Two enantiocomplementary ephedrine dehydrogenases from arthrobacter sp. TS-15 with broad substrate specificity
Shanati, Tarek,Lockie, Cameron,Beloti, Lilian,Grogan, Gideon,Ansorge-Schumacher, Marion B.
, p. 6202 - 6211 (2019/08/15)
The recently identified pseudoephedrine and ephedrine dehydrogenases (PseDH and EDH, respectively) from Arthrobacter sp. TS-15 are NADH-dependent members of the oxidoreductase superfamily of short-chain dehydrogenases/reductases (SDRs). They are specific for the enantioselective oxidation of (+)-(S) N-(pseudo)ephedrine and (-)-(R) N-(pseudo)ephedrine, respectively. Anti-Prelog stereospecific PseDH and Prelog-specific EDH catalyze the regio- A nd enantiospecific reduction of 1-phenyl-1,2-propanedione to (S)-phenylacetylcarbinol and (R)-phenylacetylcarbinol with full conversion and enantiomeric excess of >99%. Moreover, they perform the reduction of a wide range of aryl-aliphatic carbonyl compounds, including ketoamines, ketoesters, and haloketones, to the corresponding enantiopure alcohols. The highest stability of PseDH and EDH was determined to be at a pH range of 6.0-8.0 and 7.5-8.5, respectively. PseDH was more stable than EDH at 25 °C with half-lives of 279 and 38 h, respectively. However, EDH is more stable at 40 °C with a 2-fold greater half-life than at 25 °C. The crystal structure of the PseDH-NAD+ complex, refined to a resolution of 1.83 ?, revealed a tetrameric structure, which was confirmed by solution studies.

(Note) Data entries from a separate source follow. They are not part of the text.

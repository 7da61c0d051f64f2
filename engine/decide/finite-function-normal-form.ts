import type { Budget } from '../arith/budget';
import { toInt } from '../arith/int';
import type { Expression } from '../expression/expression';
import { symbol } from '../expression/expression';
import type { FunctionEntry } from '../place/function-entry';
import type { FunctionPlace } from '../place/function-place';
import { thetaRing } from '../place/theta-ring';
import { writePolynomial } from '../field/write-polynomial';
import { evaluate } from '../ring/evaluate';
import { orderModFour } from '../ring/field-units';
import { residueWords } from '../ring/residue-words';
import type { Term } from '../ring/term';
import { writeResidueClass, type WrittenField } from '../ring/write-residue-class';
import type { FiniteFunctionStatement } from './finite-function-statement';
import type { NormalizedDegree } from './outcome';
import { WrittenDegrees } from './written-degrees';

/**
 * The tower normal form over k(t), k finite: α = s_∞(α) + Σ_P [P]·r̃_P, unique, so that two classes are equal iff their forms are
 * identical.
 *
 * The places are taken by decreasing degree, those of one degree by their coefficients from the top; written are the constant first
 * and then the places upwards. r_P is the residue at P of what is left and r̃_P its canonical lift, written with polynomials of
 * degree < deg P; [P]·r̃_P is subtracted, which brings in places of smaller degree only. What is left lies in K^MW(k) and is
 * s_∞(α) with uniformizer 1/t, for the [P] specialise to [1] = 0 there. J. Milnor, Invent. Math. 9 (1970), Theorem 2.3 with its
 * proof; F. Morel, LNM 2052, Theorem 3.24 (number from memory).
 */
export function finiteFunctionNormalForm<E>(
  statement: FiniteFunctionStatement<E>,
  budget: Budget,
): readonly NormalizedDegree[] {
  const written = new WrittenDegrees();
  for (const [degree, word] of tower(statement, budget)) written.put(degree, word);
  const [terms = []] = statement.sides;
  for (const [degree, constant] of evaluate(terms, statement.atInfinity, budget))
    written.put(degree, writeResidueClass(statement.base, degree, constant));
  return written.forms(true);
}

/** The products [P]·r̃_P with their degree, the last place first. */
function* tower<E>(statement: FiniteFunctionStatement<E>, budget: Budget): Generator<readonly [number, Expression]> {
  const { base, sight, functions } = statement;
  const queue = [...statement.order()]; // the next place is the last
  const pending = sight.places.map((_, index) => [...statement.terms(0, index)]);
  /** Takes in the places that an entry has brought. */
  const enqueue = (): void => {
    for (let index = pending.length; index < sight.places.length; index += 1) {
      pending.push([]);
      let at = queue.length;
      while (at > 0 && statement.compare(queue[at - 1] ?? 0, index) > 0) at -= 1;
      queue.splice(at, 0, index);
    }
  };

  for (let index = queue.pop(); index !== undefined; index = queue.pop()) {
    budget.spend('building the tower of residues');
    const place = statement.place(index);
    const field = liftedField(statement, place);
    const entryOf = (residue: unknown): FunctionEntry<E> => {
      const f = place.lift(residue);
      const value =
        f.length === 1 ? { constant: f[0]!, powers: [] } : { constant: base.one, powers: [{ base: f, exponent: 1 }] };
      const entry = sight.entry(value);
      enqueue();
      return entry;
    };
    const own = sight.entry({ constant: base.one, powers: [{ base: sight.places[index]!, exponent: 1 }] });
    const prefix = [symbol([place.uniformizer])];
    for (const [degree, { d }] of evaluate(pending[index] ?? [], thetaRing(place.units, place.local), budget)) {
      if (d === undefined) continue;
      yield [degree, writeResidueClass(field, degree - 1, d, prefix)];
      const { nonSquare } = field;
      for (const word of residueWords(degree - 1, d, { nonSquare, orderModFour: orderModFour(field) })) {
        const lift = word.symbol ?? word.angle;
        if (lift === undefined) continue; // [P]ηᵏ ramifies at P only
        const entry = entryOf(lift);
        const term: Term<FunctionEntry<E>> = {
          coefficient: toInt(-word.coefficient),
          eta: word.eta,
          angles: word.angle === undefined ? [] : [entry],
          factors: [
            { kind: 'symbol', entry: own },
            ...(word.symbol === undefined ? [] : [{ kind: 'symbol' as const, entry }]),
          ],
        };
        for (let i = 0; i < entry.exponents.length; i += 2) pending[Number(entry.exponents[i])]?.push(term);
      }
    }
  }

  function liftedField(
    { functions: { generator } }: FiniteFunctionStatement<E>,
    { field, lift }: FunctionPlace<E, unknown>,
  ): WrittenField<unknown> {
    return {
      name: functions.name,
      order: field.order,
      characteristic: field.characteristic,
      write: (unit) => writePolynomial(base, lift(unit), generator),
      get nonSquare() {
        return field.nonSquare;
      },
    };
  }
}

A model of the active site in complex with NAD+ and 1-phenyl-1,2-propanedione suggested key roles for S143 and W152 in recognition of the substrate and positioning for the reduction reaction. The wide substrate spectrum of these dehydrogenases, combined with their regio- A nd enantioselectivity, suggests a high potential for the industrial production of valuable chiral compounds.